» **WORK ITEM**
From the line that contains "await t.db.raw('RENAME TABLE rollups_minute" to the last line of the records below, retype each line exactly; leave out everything else.

------------

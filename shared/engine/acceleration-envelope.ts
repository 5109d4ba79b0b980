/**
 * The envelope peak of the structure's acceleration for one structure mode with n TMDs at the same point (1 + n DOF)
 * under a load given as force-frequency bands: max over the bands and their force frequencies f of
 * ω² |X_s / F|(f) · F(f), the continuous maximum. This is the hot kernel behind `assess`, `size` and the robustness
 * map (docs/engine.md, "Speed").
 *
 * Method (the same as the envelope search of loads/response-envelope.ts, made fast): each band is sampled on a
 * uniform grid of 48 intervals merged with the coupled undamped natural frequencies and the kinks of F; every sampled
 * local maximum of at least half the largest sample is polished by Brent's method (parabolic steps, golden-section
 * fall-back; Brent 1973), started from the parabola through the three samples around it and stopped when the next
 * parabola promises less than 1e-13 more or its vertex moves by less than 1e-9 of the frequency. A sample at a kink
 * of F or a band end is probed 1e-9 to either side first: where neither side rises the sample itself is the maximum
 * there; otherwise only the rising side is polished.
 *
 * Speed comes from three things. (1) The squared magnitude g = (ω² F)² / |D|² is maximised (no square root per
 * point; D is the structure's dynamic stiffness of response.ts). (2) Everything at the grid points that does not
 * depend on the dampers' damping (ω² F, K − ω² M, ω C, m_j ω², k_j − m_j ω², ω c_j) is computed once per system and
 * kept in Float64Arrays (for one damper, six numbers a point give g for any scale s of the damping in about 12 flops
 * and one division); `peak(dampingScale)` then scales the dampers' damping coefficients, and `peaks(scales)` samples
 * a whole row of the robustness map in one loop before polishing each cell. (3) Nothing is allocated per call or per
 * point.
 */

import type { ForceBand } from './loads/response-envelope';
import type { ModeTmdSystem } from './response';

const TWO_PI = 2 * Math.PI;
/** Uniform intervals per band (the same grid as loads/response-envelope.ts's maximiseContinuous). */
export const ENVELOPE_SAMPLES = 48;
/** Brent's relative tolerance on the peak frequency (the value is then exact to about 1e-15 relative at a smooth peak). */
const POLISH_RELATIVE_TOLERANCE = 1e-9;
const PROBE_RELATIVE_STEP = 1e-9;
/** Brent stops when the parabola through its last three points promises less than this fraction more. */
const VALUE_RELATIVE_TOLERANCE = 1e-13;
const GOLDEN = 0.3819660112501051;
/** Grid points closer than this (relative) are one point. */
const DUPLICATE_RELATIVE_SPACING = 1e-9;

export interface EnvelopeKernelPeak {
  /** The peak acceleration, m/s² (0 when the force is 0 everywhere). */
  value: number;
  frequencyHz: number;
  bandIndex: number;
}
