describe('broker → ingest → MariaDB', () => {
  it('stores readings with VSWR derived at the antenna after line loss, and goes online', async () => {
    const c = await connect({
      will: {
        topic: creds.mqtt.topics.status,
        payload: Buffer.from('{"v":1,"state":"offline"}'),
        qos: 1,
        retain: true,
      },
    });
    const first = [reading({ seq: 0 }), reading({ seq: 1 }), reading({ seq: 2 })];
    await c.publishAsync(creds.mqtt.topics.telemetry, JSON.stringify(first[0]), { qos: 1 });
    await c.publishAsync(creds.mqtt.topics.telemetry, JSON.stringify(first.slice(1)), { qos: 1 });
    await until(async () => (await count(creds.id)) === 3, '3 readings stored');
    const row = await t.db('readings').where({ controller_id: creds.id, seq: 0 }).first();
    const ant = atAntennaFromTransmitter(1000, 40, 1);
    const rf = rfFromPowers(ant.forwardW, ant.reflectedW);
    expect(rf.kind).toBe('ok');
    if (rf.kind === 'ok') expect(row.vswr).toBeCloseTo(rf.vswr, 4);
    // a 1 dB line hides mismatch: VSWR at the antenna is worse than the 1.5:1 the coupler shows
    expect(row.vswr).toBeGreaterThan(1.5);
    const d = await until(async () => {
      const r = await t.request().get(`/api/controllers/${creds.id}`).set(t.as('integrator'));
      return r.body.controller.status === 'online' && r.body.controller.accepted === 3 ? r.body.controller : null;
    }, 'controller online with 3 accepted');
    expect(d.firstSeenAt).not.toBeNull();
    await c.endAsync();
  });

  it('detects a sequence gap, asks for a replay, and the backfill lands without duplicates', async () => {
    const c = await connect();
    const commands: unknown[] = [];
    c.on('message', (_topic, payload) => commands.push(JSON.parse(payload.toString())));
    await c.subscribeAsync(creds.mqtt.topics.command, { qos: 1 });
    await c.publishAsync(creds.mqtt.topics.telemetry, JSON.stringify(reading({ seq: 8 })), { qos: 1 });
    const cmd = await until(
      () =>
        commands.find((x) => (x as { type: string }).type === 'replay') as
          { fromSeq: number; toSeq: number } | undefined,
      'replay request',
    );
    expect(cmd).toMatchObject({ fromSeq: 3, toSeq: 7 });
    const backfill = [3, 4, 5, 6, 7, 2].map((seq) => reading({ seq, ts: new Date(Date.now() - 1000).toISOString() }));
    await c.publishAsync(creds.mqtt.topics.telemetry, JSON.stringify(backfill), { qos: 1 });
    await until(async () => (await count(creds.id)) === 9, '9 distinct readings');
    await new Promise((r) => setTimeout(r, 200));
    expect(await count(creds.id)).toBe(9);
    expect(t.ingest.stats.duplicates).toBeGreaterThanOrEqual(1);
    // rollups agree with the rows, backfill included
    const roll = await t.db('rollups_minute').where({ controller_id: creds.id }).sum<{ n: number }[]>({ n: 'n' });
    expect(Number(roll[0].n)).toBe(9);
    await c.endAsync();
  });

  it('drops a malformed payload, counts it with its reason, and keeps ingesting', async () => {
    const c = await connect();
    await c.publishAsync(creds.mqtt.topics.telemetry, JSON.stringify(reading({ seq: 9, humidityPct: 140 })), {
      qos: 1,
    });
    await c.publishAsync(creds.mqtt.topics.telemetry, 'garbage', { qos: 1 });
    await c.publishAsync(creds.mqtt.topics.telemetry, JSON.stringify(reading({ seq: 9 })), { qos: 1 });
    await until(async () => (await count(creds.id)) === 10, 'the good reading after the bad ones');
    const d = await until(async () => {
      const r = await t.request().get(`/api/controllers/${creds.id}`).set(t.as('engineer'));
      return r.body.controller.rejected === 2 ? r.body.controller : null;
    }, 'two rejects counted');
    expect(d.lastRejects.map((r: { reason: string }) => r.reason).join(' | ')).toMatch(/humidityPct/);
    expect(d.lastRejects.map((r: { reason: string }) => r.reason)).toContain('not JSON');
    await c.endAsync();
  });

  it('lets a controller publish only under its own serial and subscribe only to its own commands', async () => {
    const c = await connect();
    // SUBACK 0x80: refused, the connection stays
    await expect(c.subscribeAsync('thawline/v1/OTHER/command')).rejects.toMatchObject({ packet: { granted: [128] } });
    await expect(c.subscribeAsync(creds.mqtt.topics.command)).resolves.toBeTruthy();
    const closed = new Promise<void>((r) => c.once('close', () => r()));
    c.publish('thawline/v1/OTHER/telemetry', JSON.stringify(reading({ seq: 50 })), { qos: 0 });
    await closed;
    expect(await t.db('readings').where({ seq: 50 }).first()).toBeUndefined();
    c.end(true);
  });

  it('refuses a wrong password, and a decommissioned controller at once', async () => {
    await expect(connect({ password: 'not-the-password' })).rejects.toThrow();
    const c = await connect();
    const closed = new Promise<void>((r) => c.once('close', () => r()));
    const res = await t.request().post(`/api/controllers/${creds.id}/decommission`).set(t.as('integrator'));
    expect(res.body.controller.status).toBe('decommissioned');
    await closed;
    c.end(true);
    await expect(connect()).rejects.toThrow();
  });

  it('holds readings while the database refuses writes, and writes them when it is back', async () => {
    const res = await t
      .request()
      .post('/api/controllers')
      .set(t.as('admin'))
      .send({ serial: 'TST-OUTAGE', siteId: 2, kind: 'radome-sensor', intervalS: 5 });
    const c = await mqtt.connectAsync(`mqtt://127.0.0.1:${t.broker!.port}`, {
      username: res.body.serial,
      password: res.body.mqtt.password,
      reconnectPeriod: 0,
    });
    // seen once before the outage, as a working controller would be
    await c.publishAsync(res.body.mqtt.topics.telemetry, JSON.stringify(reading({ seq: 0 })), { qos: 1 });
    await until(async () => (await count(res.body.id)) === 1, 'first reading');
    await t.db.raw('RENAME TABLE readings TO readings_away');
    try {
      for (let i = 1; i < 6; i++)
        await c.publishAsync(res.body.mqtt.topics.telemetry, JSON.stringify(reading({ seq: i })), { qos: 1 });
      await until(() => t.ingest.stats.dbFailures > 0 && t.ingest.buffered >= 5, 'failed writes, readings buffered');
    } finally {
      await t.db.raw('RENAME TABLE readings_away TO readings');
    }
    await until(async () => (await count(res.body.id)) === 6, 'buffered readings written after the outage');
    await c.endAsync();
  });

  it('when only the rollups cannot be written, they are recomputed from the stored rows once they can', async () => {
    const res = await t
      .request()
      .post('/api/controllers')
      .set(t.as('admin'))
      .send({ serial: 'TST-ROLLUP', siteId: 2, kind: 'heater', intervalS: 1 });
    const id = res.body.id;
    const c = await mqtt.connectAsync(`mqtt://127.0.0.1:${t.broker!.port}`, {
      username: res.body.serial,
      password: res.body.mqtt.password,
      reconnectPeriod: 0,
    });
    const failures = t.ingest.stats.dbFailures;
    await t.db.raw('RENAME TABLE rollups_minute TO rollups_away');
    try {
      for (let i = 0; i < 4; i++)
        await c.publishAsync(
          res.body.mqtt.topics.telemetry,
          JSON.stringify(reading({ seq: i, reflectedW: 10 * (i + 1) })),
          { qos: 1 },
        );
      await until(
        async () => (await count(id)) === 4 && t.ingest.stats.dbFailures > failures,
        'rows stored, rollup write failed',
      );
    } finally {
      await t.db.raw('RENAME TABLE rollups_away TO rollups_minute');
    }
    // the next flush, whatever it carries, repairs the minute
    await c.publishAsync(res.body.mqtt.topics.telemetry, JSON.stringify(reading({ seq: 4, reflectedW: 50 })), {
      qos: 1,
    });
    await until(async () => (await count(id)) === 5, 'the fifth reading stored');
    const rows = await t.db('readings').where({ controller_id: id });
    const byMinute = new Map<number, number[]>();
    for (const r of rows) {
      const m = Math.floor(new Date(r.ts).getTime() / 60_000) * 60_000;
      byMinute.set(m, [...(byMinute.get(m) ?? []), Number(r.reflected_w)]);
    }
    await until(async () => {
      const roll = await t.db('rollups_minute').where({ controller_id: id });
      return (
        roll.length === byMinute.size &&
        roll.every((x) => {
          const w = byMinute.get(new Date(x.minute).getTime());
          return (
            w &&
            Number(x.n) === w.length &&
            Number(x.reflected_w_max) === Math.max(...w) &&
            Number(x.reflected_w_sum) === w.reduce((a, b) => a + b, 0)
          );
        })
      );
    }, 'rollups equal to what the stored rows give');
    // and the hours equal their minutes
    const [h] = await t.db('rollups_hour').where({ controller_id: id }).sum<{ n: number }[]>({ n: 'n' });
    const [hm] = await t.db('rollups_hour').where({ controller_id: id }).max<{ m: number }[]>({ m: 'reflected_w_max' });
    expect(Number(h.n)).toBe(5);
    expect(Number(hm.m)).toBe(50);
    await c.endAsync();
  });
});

------------

» **SOLUTION TO THE EXERCISE**
    await t.db.raw('RENAME TABLE rollups_minute TO rollups_away');
    try {
      for (let i = 0; i < 4; i++)
        await c.publishAsync(
          res.body.mqtt.topics.telemetry,
          JSON.stringify(reading({ seq: i, reflectedW: 10 * (i + 1) })),
          { qos: 1 },
        );
      await until(
        async () => (await count(id)) === 4 && t.ingest.stats.dbFailures > failures,
        'rows stored, rollup write failed',
      );
    } finally {
      await t.db.raw('RENAME TABLE rollups_away TO rollups_minute');
    }
    // the next flush, whatever it carries, repairs the minute
    await c.publishAsync(res.body.mqtt.topics.telemetry, JSON.stringify(reading({ seq: 4, reflectedW: 50 })), {
      qos: 1,
    });
    await until(async () => (await count(id)) === 5, 'the fifth reading stored');
    const rows = await t.db('readings').where({ controller_id: id });
    const byMinute = new Map<number, number[]>();
    for (const r of rows) {
      const m = Math.floor(new Date(r.ts).getTime() / 60_000) * 60_000;
      byMinute.set(m, [...(byMinute.get(m) ?? []), Number(r.reflected_w)]);
    }
    await until(async () => {
      const roll = await t.db('rollups_minute').where({ controller_id: id });
      return (
        roll.length === byMinute.size &&
        roll.every((x) => {
          const w = byMinute.get(new Date(x.minute).getTime());
          return (
            w &&
            Number(x.n) === w.length &&
            Number(x.reflected_w_max) === Math.max(...w) &&
            Number(x.reflected_w_sum) === w.reduce((a, b) => a + b, 0)
          );
        })
      );
    }, 'rollups equal to what the stored rows give');
    // and the hours equal their minutes
    const [h] = await t.db('rollups_hour').where({ controller_id: id }).sum<{ n: number }[]>({ n: 'n' });
    const [hm] = await t.db('rollups_hour').where({ controller_id: id }).max<{ m: number }[]>({ m: 'reflected_w_max' });
    expect(Number(h.n)).toBe(5);
    expect(Number(hm.m)).toBe(50);
    await c.endAsync();
  });
});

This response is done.